Hardly anyone disagrees with this statement: The nation’s tax system is a mess. The U.S. tax code is riddled with far too many deductions, credits, exemptions, exclusions, phase-ins, and phase-outs. Nobel laureate Milton Friedman noted half a century ago that constant changes in the tax code discourage long-term planning by households and businesses. He was right, but that hasn’t stopped Democrats and Republicans from tinkering with taxes ever since the income tax was imposed in 1913.
Perhaps it’s the safest forecast in politics and economics that history will repeat itself when it comes to the tax code. It’s going to get even more complex next year, since both John McCain and Barack Obama are proposing major tax initiatives.
For instance, among his proposals, McCain wants to make the 2001 and 2003 tax cuts permanent (with the exception of the estate tax repeal), phase in a two-thirds increase in the dependent exemption, and offer a voluntary alternative tax with two rates and a larger standard deduction and exemption.
Obama is more aggressive in the number of his proposed tax plans. They range from creating income-related subsidies for health insurance to refundable “Making Work Pay” credits and “Universal Mortgage” credits. He’ll increase the maximum capital-gains tax to 25%. He will keep some of the 2001 and 2003 tax laws, such as the child-credit expansions and the 10%, 15%, 25%, and 28% income rates.
That breakdown of the two tax plans comes from the Tax Policy Center, a joint venture between the Urban Institute and the Brookings Institution. Its recent analysis captures the essential difference between the two tax approaches:
Senator McCain’s tax cuts would primarily benefit those with very high incomes, almost all of whom would receive large tax cuts that would, on average, raise their aftertax incomes by more than twice the average for all households. Many fewer households at the bottom of the income distribution would get tax cuts, and those whose taxes fall would, on average, see their aftertax income rise much less.
In marked contrast, Senator Obama offers much larger tax breaks to low- and middle-income taxpayers and would increase taxes on high-income taxpayers. The largest tax cuts, as a share of income, would go to those at the bottom of the distribution, while taxpayers with the highest income would see their taxes rise.

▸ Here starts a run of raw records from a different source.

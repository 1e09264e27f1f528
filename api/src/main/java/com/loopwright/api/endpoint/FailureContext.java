package com.loopwright.api.endpoint;

/**
 * The request pointers a failure is reported at, per endpoint.
 *
 * @param prefix              prefix of plant and spec pointers ("" or "/design" when the design request is nested)
 * @param timeSpecPointer     pointer of the time spec the caller gave
 * @param verifyPointer       pointer of the verify object (cap-exceeded checks point inside it)
 * @param unstableLoopPointer pointer blamed for an unstable loop
 */
public record FailureContext(String prefix, String timeSpecPointer, String verifyPointer, String unstableLoopPointer) {

    /** A request at the root with a settling-time spec. */
    public static final FailureContext ROOT = new FailureContext("", "/spec/settlingTime", "/verify", "/gain");

    /** The same, with the time spec the caller gave. */
    public FailureContext withTimeSpec(String pointer) {
        return new FailureContext(prefix, pointer, verifyPointer, unstableLoopPointer);
    }
}
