package com.loopwright.solver.integral;

import com.loopwright.solver.design.LoadStepResponse;
import com.loopwright.solver.simulation.LinearLoop;
import com.loopwright.solver.simulation.StepResponse;
import com.loopwright.solver.simulation.StepSimulator;
import org.ejml.data.DMatrixRMaj;
import org.ejml.dense.row.CommonOps_DDRM;
import org.ejml.dense.row.factory.DecompositionFactory_DDRM;
import org.ejml.dense.row.factory.LinearSolverFactory_DDRM;
import org.ejml.interfaces.decomposition.EigenDecomposition_F64;
import org.ejml.interfaces.linsol.LinearSolverDense;

/**
 * The response of a stable closed loop x' = A x + B1 w0, y = c x, u = k x to a constant load w0 from rest, by the
 * exact zero-order hold of the step simulator (the load takes the place of the reference). The steady offset is
 * the final-value theorem's y(inf) = lim s Y(s) = c (0 I - A)^-1 B1 w0 = -c A^-1 B1 w0.
 */
public final class LoadStepSimulator {

    /** The window covers this many slowest time constants 1/min|Re p| (e^-14 ~ 1e-6 of the slowest mode left). */
    static final double HORIZON_TIME_CONSTANTS = 14;
    /** Samples on the window (the recovery time is resolved to horizon / (SAMPLES - 1)). */
    public static final int SAMPLES = 20_000;

    private final StepSimulator simulator = new StepSimulator();

    /**
     * @throws IllegalArgumentException when A is not Hurwitz or the simulation overflows
     */
    public LoadStepResponse simulate(
            DMatrixRMaj a, DMatrixRMaj disturbance, DMatrixRMaj output, DMatrixRMaj command, double loadStepSize) {
        if (!(loadStepSize != 0) || !Double.isFinite(loadStepSize)) {
            throw new IllegalArgumentException("the load step must be finite and non-zero");
        }
        double slowest = slowestDecayRate(a);
        if (!(slowest > 0)) {
            throw new IllegalArgumentException("the closed loop is not stable: no load-step response");
        }
        double horizon = HORIZON_TIME_CONSTANTS / slowest;
        StepResponse response =
                simulator.simulate(new LinearLoop(a, disturbance, output, command, 0), loadStepSize, horizon, SAMPLES);
        double finalValue = finalValue(a, disturbance, output) * loadStepSize;
        double peak = 0;
        double peakTime = 0;
        double peakCommand = 0;
        double peakDeparture = 0;
        for (int k = 0; k < SAMPLES; k++) {
            double y = response.outputAt(k);
            if (Math.abs(y) > peak) {
                peak = Math.abs(y);
                peakTime = response.timeAt(k);
            }
            peakDeparture = Math.max(peakDeparture, Math.abs(y - finalValue));
            peakCommand = Math.max(peakCommand, Math.abs(response.controlAt(k)));
        }
        double band = LoadStepResponse.RECOVERY_BAND_FRACTION * peakDeparture;
        double recovery = 0;
        for (int k = SAMPLES - 1; k >= 0; k--) {
            if (Math.abs(response.outputAt(k) - finalValue) > band) {
                recovery = response.timeAt(Math.min(k + 1, SAMPLES - 1));
                break;
            }
        }
        return new LoadStepResponse(
                loadStepSize,
                finalValue,
                response.outputAt(SAMPLES - 1),
                peak,
                peakTime,
                recovery,
                peakCommand,
                horizon,
                SAMPLES);
    }

    /** -c A^-1 b: the DC gain from the load to the output (final-value theorem). */
    public static double finalValue(DMatrixRMaj a, DMatrixRMaj disturbance, DMatrixRMaj output) {
        LinearSolverDense<DMatrixRMaj> lu = LinearSolverFactory_DDRM.lu(a.numRows);
        if (!lu.setA(a.copy())) {
            throw new IllegalArgumentException("the closed loop is singular");
        }
        DMatrixRMaj x = new DMatrixRMaj(a.numRows, 1);
        lu.solve(disturbance, x);
        DMatrixRMaj y = new DMatrixRMaj(1, 1);
        CommonOps_DDRM.mult(output, x, y);
        return -y.get(0, 0);
    }

    /** min over eigenvalues of -Re lambda (negative or zero when A is not Hurwitz). */
    static double slowestDecayRate(DMatrixRMaj a) {
        EigenDecomposition_F64<DMatrixRMaj> eig = DecompositionFactory_DDRM.eig(a.numRows, false);
        if (!eig.decompose(a.copy())) {
            return Double.NaN;
        }
        double slowest = Double.POSITIVE_INFINITY;
        for (int i = 0; i < eig.getNumberOfEigenvalues(); i++) {
            slowest = Math.min(slowest, -eig.getEigenvalue(i).real);
        }
        return slowest;
    }
}
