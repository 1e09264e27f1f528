package com.loopwright.api.endpoint;

import com.fasterxml.jackson.core.JsonGenerator;
import com.fasterxml.jackson.databind.JsonNode;
import com.fasterxml.jackson.databind.ObjectMapper;
import java.io.IOException;
import java.io.OutputStream;
import java.io.UncheckedIOException;
import java.security.DigestOutputStream;
import java.security.MessageDigest;
import java.security.NoSuchAlgorithmException;
import java.util.ArrayList;
import java.util.Collections;
import java.util.HexFormat;
import java.util.List;
import java.util.function.IntFunction;

/**
 * SHA-256 (FIPS 180-4) of the canonical JSON form of a decoded request, written {@code sha256:} and 64 lower-case
 * hex digits. Canonical form: the value as the mapper writes it, as a tree, then written with object members sorted
 * by name (String order), members whose value is null left out, every number written as Jackson writes a double
 * ({@code 2} and {@code 2.0} both as {@code 2.0}), UTF-8, no whitespace. So the same request sent with another key
 * order, other spacing or another spelling of a number has the same digest. Stateless and thread-safe.
 */
public final class RequestDigest {

    /** The digest's prefix: the algorithm. */
    public static final String PREFIX = "sha256:";

    private final ObjectMapper mapper;

    /** @param mapper writes decoded request records as trees (the strict mapper) */
    public RequestDigest(ObjectMapper mapper) {
        this.mapper = mapper;
    }

    /**
     * The digest of a decoded request record (or tree); null when the decoded value has no JSON form (a plant
     * that makes no one form, kept only so that validation can name its fields): such a request did not decode
     * into a request of the contract.
     */
    public String of(Object request) {
        JsonNode tree;
        try {
            tree = request instanceof JsonNode node ? node : mapper.valueToTree(request);
        } catch (IllegalArgumentException notWritable) {
            return null;
        }
        JsonNode value = tree == null ? com.fasterxml.jackson.databind.node.NullNode.getInstance() : tree;
        return digest(out -> write(out, value));
    }

    /**
     * The digest of the envelope {"items": [item 0, ..., item count-1]}, reading one item at a time, so that no
     * tree of the whole envelope is built.
     */
    public String ofItems(int count, IntFunction<JsonNode> item) {
        Envelope envelope = envelope();
        for (int index = 0; index < count; index++) { // count is capped by the batch cap
            envelope.add(item.apply(index));
        }
        return envelope.digest();
    }

    /**
     * The digest of an envelope {"items": [...]} fed one item at a time ({@link Envelope#add}), so that a caller
     * reading the items for another purpose too (a batch's cost estimate) builds each item's tree once.
     */
    public Envelope envelope() {
        return new Envelope();
    }

    /** An envelope digest in progress: items in request order, then {@link #digest()} once. Not thread-safe. */
    public final class Envelope {
        private final MessageDigest sha256 = sha256();
        private final JsonGenerator generator;

        private Envelope() {
            try {
                generator = mapper.getFactory()
                        .createGenerator(new DigestOutputStream(OutputStream.nullOutputStream(), sha256));
                generator.writeStartObject();
                generator.writeFieldName("items");
                generator.writeStartArray();
            } catch (IOException e) {
                throw new UncheckedIOException(e);
            }
        }

        /** Adds the next item (in its canonical form) and returns it, so a reading loop can pass it on. */
        public JsonNode add(JsonNode item) {
            try {
                canonical(generator, item);
            } catch (IOException e) {
                throw new UncheckedIOException(e);
            }
            return item;
        }

        /** Closes the envelope and gives its digest. */
        public String digest() {
            try {
                generator.writeEndArray();
                generator.writeEndObject();
                generator.close();
            } catch (IOException e) {
                throw new UncheckedIOException(e);
            }
            return PREFIX + HexFormat.of().formatHex(sha256.digest());
        }
    }

    /** The canonical bytes of a tree (for tests and for documentation). */
    public byte[] canonicalBytes(JsonNode tree) {
        java.io.ByteArrayOutputStream out = new java.io.ByteArrayOutputStream();
        try {
            write(out, tree);
        } catch (IOException e) {
            throw new UncheckedIOException(e);
        }
        return out.toByteArray();
    }

    private void write(OutputStream out, JsonNode tree) throws IOException {
        try (JsonGenerator generator = mapper.getFactory().createGenerator(out)) {
            canonical(generator, tree);
        }
    }

    /** Writes the canonical form; the recursion is as deep as the decoded value (bounded by the parser's cap). */
    private static void canonical(JsonGenerator generator, JsonNode node) throws IOException {
        if (node.isObject()) {
            List<String> names = new ArrayList<>(node.size());
            node.fieldNames().forEachRemaining(names::add);
            Collections.sort(names);
            generator.writeStartObject();
            for (String name : names) {
                JsonNode value = node.get(name);
                if (!value.isNull()) {
                    generator.writeFieldName(name);
                    canonical(generator, value);
                }
            }
            generator.writeEndObject();
        } else if (node.isArray()) {
            generator.writeStartArray();
            for (JsonNode element : node) {
                canonical(generator, element);
            }
            generator.writeEndArray();
        } else if (node.isNumber()) {
            generator.writeNumber(node.doubleValue());
        } else if (node.isTextual()) {
            generator.writeString(node.textValue());
        } else if (node.isBoolean()) {
            generator.writeBoolean(node.booleanValue());
        } else {
            generator.writeNull();
        }
    }

    private interface Writing {
        void to(OutputStream out) throws IOException;
    }

    private static MessageDigest sha256() {
        try {
            return MessageDigest.getInstance("SHA-256");
        } catch (NoSuchAlgorithmException e) {
            throw new IllegalStateException("every Java platform provides SHA-256", e);
        }
    }

    private static String digest(Writing writing) {
        MessageDigest sha256 = sha256();
        try (DigestOutputStream out = new DigestOutputStream(OutputStream.nullOutputStream(), sha256)) {
            writing.to(out);
        } catch (IOException e) {
            throw new UncheckedIOException(e);
        }
        return PREFIX + HexFormat.of().formatHex(sha256.digest());
    }
}
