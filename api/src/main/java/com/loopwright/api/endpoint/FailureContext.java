package com.loopwright.api.endpoint;

import com.loopwright.api.validation.SpecInput;

/**
 * The request pointers a failure is reported at, per endpoint.
 *
 * @param prefix              prefix of plant and spec pointers ("" or "/design" when the design request is nested)
 * @param timeSpecPointer     pointer of the time spec the caller gave
 * @param verifyPointer       pointer of the verify object (cap-exceeded checks point inside it)
 * @param unstableLoopPointer pointer blamed for an unstable loop
 * @param sentSpec            the spec object as the caller sent it, or null: when present, each proposal of an
 *                            infeasible spec carries the whole spec with its value in place, ready to send back
 */
public record FailureContext(
        String prefix, String timeSpecPointer, String verifyPointer, String unstableLoopPointer, SpecInput sentSpec) {

    /** A request at the root with a settling-time spec. */
    public static final FailureContext ROOT = new FailureContext("", "/spec/settlingTime", "/verify", "/gain");

    /** A context without the sent spec (proposals carry only their value). */
    public FailureContext(String prefix, String timeSpecPointer, String verifyPointer, String unstableLoopPointer) {
        this(prefix, timeSpecPointer, verifyPointer, unstableLoopPointer, null);
    }

    /** The same, with the time spec the caller gave. */
    public FailureContext withTimeSpec(String pointer) {
        return new FailureContext(prefix, pointer, verifyPointer, unstableLoopPointer, sentSpec);
    }

    /** The same, with the spec object the caller sent. */
    public FailureContext withSentSpec(SpecInput spec) {
        return new FailureContext(prefix, timeSpecPointer, verifyPointer, unstableLoopPointer, spec);
    }
}
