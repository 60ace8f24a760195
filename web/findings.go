package web

import (
	"errors"
	"net/http"
	"net/url"
	"strconv"
	"strings"
	"time"

	"kelvard/health"
	"kelvard/store"
)

// findingsPageSize is how many findings the list shows at once.
const findingsPageSize = 100

// findingsForm is the findings filter as the form shows it.
type findingsForm struct {
	Site, Area, Drive                 int64
	Kind, Severity, Status, Rule      string
	Page                              int
	Kinds, Severities, Statuses, Bads []string
}

// findingsPage is the findings list's data.
type findingsPage struct {
	Form      findingsForm
	Places    []store.SitePlaces
	Total     int64
	Rows      []store.FindingRow
	First     int
	Prev      string
	Next      string
	Filtered  bool
	Physical  bool
	Caution   string
	Back      string
	SuppressD string
	MaxD      string
}

func readFindingsForm(q url.Values) (findingsForm, store.FindingsFilter, error) {
	f := findingsForm{Kind: q.Get("kind"), Severity: q.Get("severity"), Status: q.Get("status"), Rule: strings.TrimSpace(q.Get("rule")), Page: 1}
	var bad []string
	var ok bool
	if f.Site, ok = parseID(q.Get("site")); !ok {
		bad = append(bad, "site")
	}
	if f.Area, ok = parseID(q.Get("area")); !ok {
		bad = append(bad, "area")
	}
	if f.Drive, ok = parseID(q.Get("drive")); !ok {
		bad = append(bad, "drive")
	}
	if f.Page, ok = parsePage(q.Get("page")); !ok {
		bad = append(bad, "page")
	}
	for _, k := range health.Kinds() {
		f.Kinds = append(f.Kinds, string(k))
	}
	for _, s := range health.Severities() {
		f.Severities = append(f.Severities, string(s))
	}
	for _, s := range store.FindingStatuses() {
		f.Statuses = append(f.Statuses, string(s))
	}
	filter := store.FindingsFilter{SiteID: f.Site, AreaID: f.Area, DriveID: f.Drive, Kind: health.Kind(f.Kind), Severity: health.Severity(f.Severity),
		Status: store.FindingStatus(f.Status), Rule: f.Rule}
	if len(bad) > 0 {
		return f, filter, errors.New("these filters have values kelvard does not know: " + strings.Join(bad, ", "))
	}
	return f, filter, filter.Validate()
}

// findings lists findings with filters; a planner may act on each.
func (h *Handler) findings(w http.ResponseWriter, r *http.Request) {
	q := r.URL.Query()
	form, filter, err := readFindingsForm(q)
	if err != nil {
		h.errorPage(w, r, http.StatusBadRequest, pageError(err))
		return
	}
	ctx := r.Context()
	v, err := h.st.FindingsList(ctx, filter, findingsPageSize, (form.Page-1)*findingsPageSize)
	if err != nil {
		h.fail(w, r, err)
		return
	}
	places, err := h.st.Places(ctx)
	if err != nil {
		h.fail(w, r, err)
		return
	}
	now := h.st.Now()
	p := findingsPage{Form: form, Places: places, Total: v.Total, Rows: v.Rows, First: (form.Page-1)*findingsPageSize + 1,
		Caution: health.SafetyCaution, Back: r.URL.RequestURI(), SuppressD: now.AddDate(0, 0, 30).Format(time.DateOnly),
		MaxD: now.AddDate(1, 0, 0).Format(time.DateOnly)}
	for _, f := range v.Rows {
		p.Physical = p.Physical || f.PhysicalWork
	}
	if form.Page > 1 {
		p.Prev = "/findings?" + withPage(q, form.Page-1)
	}
	if int64(form.Page*findingsPageSize) < v.Total {
		p.Next = "/findings?" + withPage(q, form.Page+1)
	}
	p.Filtered = form.Site > 0 || form.Area > 0 || form.Drive > 0 || form.Kind != "" || form.Severity != "" || form.Status != "" || form.Rule != ""
	h.render(w, r, http.StatusOK, "findings", "Findings", "findings", p)
}

// findingPage is one finding with the forms to act on it.
type findingPage struct {
	Finding   store.Finding
	Drive     store.Drive
	Position  *store.Position
	Caution   string
	Error     string
	Reason    string
	Until     string
	SuppressD string
	MaxD      string
	Back      string
	// Work are the work order lines this finding caused or is named in.
	Work []store.WorkLineRow
}

// finding shows one finding.
func (h *Handler) finding(w http.ResponseWriter, r *http.Request) {
	id, ok := pathID(r)
	if !ok {
		h.errorPage(w, r, http.StatusNotFound, "There is no such finding.")
		return
	}
	h.showFinding(w, r, id, http.StatusOK, "", "", "")
}

func (h *Handler) showFinding(w http.ResponseWriter, r *http.Request, id int64, status int, msg, reason, until string) {
	ctx := r.Context()
	f, err := h.st.GetFinding(ctx, id)
	if err != nil {
		h.fail(w, r, err)
		return
	}
	d, err := store.Get[store.Drive](ctx, h.st, f.DriveID)
	if err != nil {
		h.fail(w, r, err)
		return
	}
	now := h.st.Now()
	p := findingPage{Finding: f, Drive: d, Caution: health.SafetyCaution, Error: msg, Reason: reason, Until: until,
		SuppressD: now.AddDate(0, 0, 30).Format(time.DateOnly), MaxD: now.AddDate(1, 0, 0).Format(time.DateOnly)}
	if p.Until == "" {
		p.Until = p.SuppressD
	}
	p.Back = localPath(r.URL.Query().Get("back"), "")
	if r.Method == http.MethodPost {
		p.Back = localPath(r.PostForm.Get("back"), "")
	}
	if f.PositionID != nil {
		pos, err := store.Get[store.Position](ctx, h.st, *f.PositionID)
		if err != nil {
			h.fail(w, r, err)
			return
		}
		p.Position = &pos
	}
	if p.Work, err = h.st.WorkLines(ctx, store.WorkLinesFilter{FindingID: id}, 20); err != nil {
		h.fail(w, r, err)
		return
	}
	h.render(w, r, status, "finding", "Finding: "+f.Message, "findings", p)
}

// acknowledge marks a finding acknowledged, with an optional reason.
func (h *Handler) acknowledge(w http.ResponseWriter, r *http.Request) {
	h.act(w, r, "acknowledged", func(id int64, reason string) error {
		_, err := h.st.AcknowledgeFinding(r.Context(), id, store.FindingAction{Reason: reason})
		return err
	})
}

// suppress hides a finding from risk until a date, with a reason.
func (h *Handler) suppress(w http.ResponseWriter, r *http.Request) {
	h.act(w, r, "suppressed", func(id int64, reason string) error {
		v := r.PostForm.Get("until")
		day, err := time.Parse(time.DateOnly, v)
		if err != nil {
			return store.Invalid("until", "must be a date such as 2027-01-31")
		}
		// The suppression lasts to the end of the day given.
		until := day.Add(24*time.Hour - time.Second)
		_, err = h.st.SuppressFinding(r.Context(), id, store.FindingAction{Reason: reason, Until: &until})
		return err
	})
}

// act runs a planner's action and returns to the page the form came
// from, or shows the finding again with what was wrong.
func (h *Handler) act(w http.ResponseWriter, r *http.Request, done string, do func(id int64, reason string) error) {
	id, ok := pathID(r)
	if !ok {
		h.errorPage(w, r, http.StatusNotFound, "There is no such finding.")
		return
	}
	reason := strings.TrimSpace(r.PostForm.Get("reason"))
	err := do(id, reason)
	var ve *store.ValidationError
	if errors.As(err, &ve) {
		h.showFinding(w, r, id, http.StatusUnprocessableEntity, pageError(err), reason, r.PostForm.Get("until"))
		return
	}
	if err != nil {
		h.fail(w, r, err)
		return
	}
	back := localPath(r.PostForm.Get("back"), "/findings/"+strconv.FormatInt(id, 10))
	http.Redirect(w, r, withQuery(back, "done", done), http.StatusSeeOther)
}
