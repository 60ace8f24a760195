package web

import (
	"math"
	"testing"
)

func TestUnitConversions(t *testing.T) {
	// Exact values by the definitions in NIST SP 811 (2008), Appendix B:
	// 0 °C = 32 °F, 100 °C = 212 °F, -40 °C = -40 °F; 1 hp (550 ft·lbf/s)
	// = 745.699 871 582 270 22 W; 1 Btu_IT/h = 0.293 071 070 172 222 W.
	for _, tc := range []struct{ c, f float64 }{{0, 32}, {100, 212}, {-40, -40}, {40, 104}} {
		if got := CToF(tc.c); got != tc.f {
			t.Errorf("CToF(%v) = %v, want %v", tc.c, got, tc.f)
		}
	}
	if math.Abs(wattsPerHP-745.69987158227022) > 1e-9 || math.Abs(wattsPerBTUPerH-0.29307107017222) > 1e-12 {
		t.Error("conversion factors differ from NIST SP 811")
	}
	si, imp := Units{}, Units{Imperial: true}
	for _, tc := range []struct {
		u    Units
		got  string
		want string
	}{
		{si, si.Temp(40), "40 °C"},
		{imp, imp.Temp(40), "104 °F"},
		{imp, imp.Rise(10), "18 °F"},
		{si, si.Rise(5), "5 K"},
		// 45 kW / 0.745 699 872 kW per hp = 60.35 hp.
		{imp, imp.Power(45), "60.3 hp"},
		{si, si.Power(18.5), "18.5 kW"},
		// 900 W / 0.293 071 W per Btu/h = 3070.9 Btu/h.
		{imp, imp.Heat(900), "3071 Btu/h"},
		{si, si.Heat(900), "900 W"},
		{imp, imp.Value(55.0, "°C"), "131 °F"},
		{imp, imp.Value(12.0, "K"), "21.6 °F"},
		{imp, imp.Value(2.0, "K/week"), "3.6 °F/week"},
		{imp, imp.Value(480.0, "V"), "480 V"},
		{si, si.Value(0.42, "fraction"), "42\u00a0%"},
		{si, si.Value("hose_down", ""), "hose down"},
		{si, si.Value(true, ""), "yes"},
		{si, si.Value(math.NaN(), "A"), "–"},
		{si, si.Value(nil, "A"), "–"},
	} {
		if tc.got != tc.want {
			t.Errorf("%s: %q, want %q", tc.u.Name(), tc.got, tc.want)
		}
	}
}

func TestFormatting(t *testing.T) {
	for _, tc := range []struct{ got, want string }{
		{percent(0.5), "50\u00a0%"},
		{percent(0.018), "1.8\u00a0%"},
		{percent(1.25), "125\u00a0%"},
		{hours(1131150), "1\u202f131\u202f150 h (129 years)"},
		{hours(950), "950 h"},
		{grouped(-1234), "-1\u202f234"},
		{trimNum(-0.04, 1), "0"},
		{words("dc_bus"), "dc bus"},
	} {
		if tc.got != tc.want {
			t.Errorf("%q, want %q", tc.got, tc.want)
		}
	}
}

func TestLocalPath(t *testing.T) {
	for _, tc := range []struct{ in, want string }{
		{"/drives/3?range=7d", "/drives/3?range=7d"},
		{"/findings#finding-2", "/findings#finding-2"},
		{"//elsewhere.example/", "/def"},
		{"/\\elsewhere.example", "/def"},
		{"https://elsewhere.example/", "/def"},
		{"drives/3", "/def"},
		{"/a\r\nSet-Cookie: x=y", "/def"},
		{"", "/def"},
	} {
		if got := localPath(tc.in, "/def"); got != tc.want {
			t.Errorf("localPath(%q) = %q, want %q", tc.in, got, tc.want)
		}
	}
	if got := withQuery("/findings?done=units&kind=fan#f-3", "done", "acknowledged"); got != "/findings?done=acknowledged&kind=fan#f-3" {
		t.Errorf("withQuery = %q", got)
	}
}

For many voters, that’s all the information they need to know about the candidates and taxes. But there are other ways to judge. For instance, by one critical measure–how they would deal with the omnivorous Alternative Minimum Tax–both plans are failures. The AMT was designed in the late 1960s to make sure that the very wealthiest Americans paid at least some tax. Yet because it was poorly constructed, some 3 million taxpayers now pay the AMT, and by 2010 that figure could swell to 30 million, according to William Gale, economist at the Brookings Institution.
Congress and the White House have punted for years on the AMT, largely because neither political party is sure how to replace the lost revenue. It’s estimated that repealing the AMT would cost at least $800 billion over the next decade. Instead, Washington has preferred to rely on a series of “patches” to keep the dreaded tax from reaching deep down into the middle class. Both McCain and Obama plan on continuing that ignoble Washington tradition.
By the metric of simplicity, McCain edges out Obama. For one thing, he’s proposing fewer tax initiatives. For another, he has embraced repealing various corporate loopholes, such as eliminating the preferential treatment of oil companies, in return for a lowering of the corporate tax rate from 35% to 25%. Nevertheless, neither candidate is embracing dramatic simplification by broadening the tax base and eliminating a wide range of deductions and credits. Both prefer to embrace tax subsidies targeted toward boosting valuable social goals, such as health-care reform. Problem is, that strategy carries a cost in complexity.
Then there are value judgments. Personally, I like McCain’s idea to cut the corporate income tax rate, although I would go further and abolish it altogether. But I prefer the greater progressivity of Obama’s tax approach.
That said, I’d like to propose this standard for judging tax reform. It was written more than two centuries ago by political economist Adam Smith. In Book Five of The Wealth of Nations, he proposed four maxims with regard to taxes in general. They are equality, certainty, convenience, and economy.
Smith wrote: “All nations have endeavored, to the best of their judgment, to render their taxes as equal as they could contrive; as certain, as convenient to the contributor, both in the time and in the mode of payment, and, in proportion to the revenue which they brought to the prince, as little burdensome to the people.” Of course, as Smith went on to say, most nations have also fallen far short of these goals.
(I’d also add that Smith embraced progressivity: “It is not very unreasonable that the rich should contribute to the public expense, not only in proportion to their revenue, but something more than in that proportion.”)
In other words, the centerpiece of tax reform should be simplification, reducing the interference of the government through the tax system in the financial affairs of households and business, and streamlining the progressive income tax system. Flattening the rate structure and broadening the tax base would go a long way toward improving economic efficiency and simplifying taxpayers’ lives. The long-forgotten 2005 proposals by a blue chip panel appointed by the White House offered up a starting point.